Execution, governance, and consistency remain separable and observable in every lifecycle step.
Replay-safe semantics matter because operators should not have to guess whether a fix reintroduces risk.
The platform exposes runtime posture as a sequence of meaningful transitions, not opaque background mutation.
Runtime readiness is only credible when its dependencies are represented explicitly and checked consistently.
Tellom can evolve capability and recovery posture while preserving predictable operator expectations.
Loss-prevention posture
Production continuity is continuity by design.
The runtime narrative now includes intent-before-effect checks, consistency verification, and blast-radius containment.

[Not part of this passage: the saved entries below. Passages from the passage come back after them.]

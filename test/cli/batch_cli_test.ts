import { describe, it } from "node:test";
import { expect } from "expect";
import { parse } from "csv-parse/sync";
import { ROOT, runCli } from "../_run_cli.ts";

/**
 * A generic instrument export (invented layout): a `#` header naming the columns, space
 * separated, no ordinate word the reader can trust.
 */
async function datLot(): Promise<string> {
  const dir = await Deno.makeTempDir({ prefix: "crystint-dat-" });
  const rows = (await Deno.readTextFile(`${ROOT}test/fixtures/colour/cr_corundum_5nm.csv`))
    .trim().split("\n").slice(1).map((l) => l.replace(",", " "));
  await Deno.mkdir(`${dir}/in`);
  for (const name of ["s01", "s02"]) {
    await Deno.writeTextFile(`${dir}/in/${name}.dat`, ["# Wavelength(nm) T", ...rows].join("\n"));
  }
  return dir;
}

describe("crystint batch: reading options and empty inputs", () => {
  it("accepts --ordinate and --axis and reads exports it otherwise cannot", async () => {
    const dir = await datLot();
    const without = await runCli("batch", `${dir}/in`, "--out", `${dir}/a`, "--quiet");
    expect(without.code).toBe(2);
    const r = await runCli(
      "batch",
      `${dir}/in`,
      "--out",
      `${dir}/b`,
      "--quiet",
      "--ordinate",
      "transmittance",
      "--axis",
      "nm",
      "--workers",
      "1",
    );
    expect(r.code).toBe(0);
    const rows = parse(await Deno.readTextFile(`${dir}/b/results.csv`), { columns: true });
    expect(new Set(rows.map((x: Record<string, string>) => x["sample"]))).toEqual(
      new Set(["s01", "s02"]),
    );
  });

  it("an unknown --ordinate is a usage error worded like every other command's", async () => {
    const dir = await datLot();
    const r = await runCli("batch", `${dir}/in`, "--out", `${dir}/c`, "--ordinate", "weird");
    expect(r.code).toBe(1);
    expect(r.stderr).toMatch(/Unknown --ordinate "weird"/);
  });

  it("no input matched: exit 1, 'no files matched', nothing written", async () => {
    const dir = await Deno.makeTempDir();
    const r = await runCli("batch", `${dir}/nothing/*.csv`, "--out", `${dir}/out`);
    expect(r.code).toBe(1);
    expect(r.stderr).toMatch(/no files matched/);
    await expect(Deno.stat(`${dir}/out`)).rejects.toThrow(Deno.errors.NotFound);
  });
});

Operational actions are treated as intent transitions that must be proven by policy, readiness, and evidence before effect is accepted.
Tellom keeps a tight reconciliation loop so drift is surfaced early and can be corrected before user-visible confidence is raised.
Failure blast radius is intentionally bounded so incidents degrade gracefully and avoid spreading into unrelated control paths.
Platform depth signals
Runtime, governance, and recovery remain co-authored.
Layer and assurance signals give operators a compact view of what can execute next and why.
Execution is where policy, lifecycle, and state transitions become concrete behavior, and where consistency checks are enforced.
Governance is enforced before mutation so authority boundaries remain enforceable under load and during degraded conditions.
Runtime effects are only applied after evidence checks establish intent safety and context.
Durable truth and runtime assertions are reconciled to prevent hidden state divergence.
Containment keeps recovery windows small, accountable, and auditable under pressure.
Recovery posture is explicit, prioritized, and sequenced for minimal runtime integrity loss.
Operational doctrine preview
The runtime is governed by platform doctrine.
These operational principles keep adaptation useful under partial failure and degraded states.
The platform prefers deterministic sequencing before autonomous behavior so operators can always audit why a state change occurred.
Every runtime move must pass governance checks first because unchecked execution is a silent reliability debt.
Scale is meaningful only where consistency and containment can be preserved under repeated pressure.
Tellom avoids opaque operational behavior. Every decision lane is intended to remain explainable without external artifacts.
Avoidable loss is treated as design debt. If a change can be bounded and verified differently, Tellom should choose that path.